**Data to use:**
# # #

export async function startBatch(site: Site, who: Entrant, input: StartBatchInput, now = Date.now()): Promise<Outcome<typeof batches.$inferSelect>> {
  const existing = await db.select().from(batches).where(and(eq(batches.siteId, site.id), eq(batches.clientId, input.clientId)));
  if (existing[0]) return { ok: true, value: existing[0], created: false, warnings: [] };
  const errors: FieldErrors = {};
  const [product] = await db.select().from(products).where(and(eq(products.id, input.productId), eq(products.siteId, site.id), eq(products.active, true)));
  if (!product) errors.productId = "unknown product";
  if (input.equipmentId) {
    const [eqp] = await db.select({ id: equipment.id }).from(equipment).where(and(eq(equipment.id, input.equipmentId), eq(equipment.siteId, site.id)));
    if (!eqp) errors.equipmentId = "unknown equipment";
  }
  let custom: typeof panTypes.$inferSelect | undefined;
  if (input.pan.size.startsWith("custom:")) {
    [custom] = await db.select().from(panTypes).where(and(eq(panTypes.id, input.pan.size.slice(7)), eq(panTypes.siteId, site.id), eq(panTypes.active, true)));
    if (!custom) errors["pan.size"] = "unknown pan size";
    else if (input.pan.fillDepthMm > custom.depthMm) errors["pan.fillDepthMm"] = `Fill depth ${input.pan.fillDepthMm} mm is more than the pan's depth of ${custom.depthMm} mm`;
  }
  const tProblem = temperatureProblem(input.start.value, input.start.unit);
  if (tProblem) errors["start.value"] = tProblem;
  const startedAt = input.start.takenAt ? Date.parse(input.start.takenAt) : now;
  const when = timeProblem(startedAt, now, null);
  if (when) errors["start.takenAt"] = when;
  if (Object.keys(errors).length) return fail(errors);

  const rule = getRuleSet(site.ruleSetCode)!;
  const startC = toCelsius(input.start.value, input.start.unit);
  const upper = rule.clockStartsAt === "upper-limit" ? (input.start.unit === "F" ? rule.stages[0].from.f : rule.stages[0].from.c) : null;
  const startNotCaptured = upper !== null && input.start.value < upper;
  const warnings = startNotCaptured ? ["startBelowUpperLimit"] : [];
  const batch = await db.transaction(async (tx) => {
    const [b] = await tx
      .insert(batches)
      .values({
        siteId: site.id,
        clientId: input.clientId,
        productId: input.productId,
        lotCode: input.lotCode,
        composition: product!.composition,
        quantityKg: input.quantityKg ?? null,
        panSize: input.pan.size,
        panLengthMm: custom?.lengthMm ?? null,
        panWidthMm: custom?.widthMm ?? null,
        panDepthMm: custom?.depthMm ?? input.pan.depthMm,
        panCount: input.pan.count,
        fillDepthMm: input.pan.fillDepthMm,
        panMaterial: custom?.material ?? input.pan.material,
        lid: input.lid,
        method: input.method,
        equipmentId: input.equipmentId ?? null,
        ruleSetCode: site.ruleSetCode,
        startedAt: new Date(startedAt),
        startedBy: who.userId,
        startNotCaptured,
      })
      .onConflictDoNothing()
      .returning();
    if (!b) return null;
    await tx.insert(readings).values({
      batchId: b.id,
      siteId: site.id,
      clientId: `${input.clientId}:start`,
      valueEntered: input.start.value,
      unitEntered: input.start.unit,
      valueC: startC,
      takenAt: new Date(startedAt),
      receivedAt: new Date(now),
      late: now - startedAt > LATE_AFTER_MS,
      takenAtEdited: !!input.start.takenAt,
      enteredBy: who.userId,
      source: who.source,
      stationDeviceId: who.stationDeviceId ?? null,
      apiTokenId: who.apiTokenId ?? null,
    });
    await recordAudit(tx, { actor: who.actor, organisationId: site.organisationId, siteId: site.id, action: "batch.started", entity: "batch", entityId: b.id, data: { lotCode: input.lotCode, startC, startNotCaptured } });
    return b;
  });
  if (!batch) {
    // Another request with the same client id won the race: answer with its batch.
    const [b] = await db.select().from(batches).where(and(eq(batches.siteId, site.id), eq(batches.clientId, input.clientId)));
    return { ok: true, value: b, created: false, warnings: [] };
  }
  const assessment = await settleState(site, batch.id, now);
  return { ok: true, value: batch, created: true, warnings, assessment };
}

# # #

**Task instructions:** Search the preceding listing for "async" and extract every line where it is found.

**Answer box:**
export async function startBatch(site: Site, who: Entrant, input: StartBatchInput, now = Date.now()): Promise<Outcome<typeof batches.$inferSelect>> {
  const batch = await db.transaction(async (tx) => {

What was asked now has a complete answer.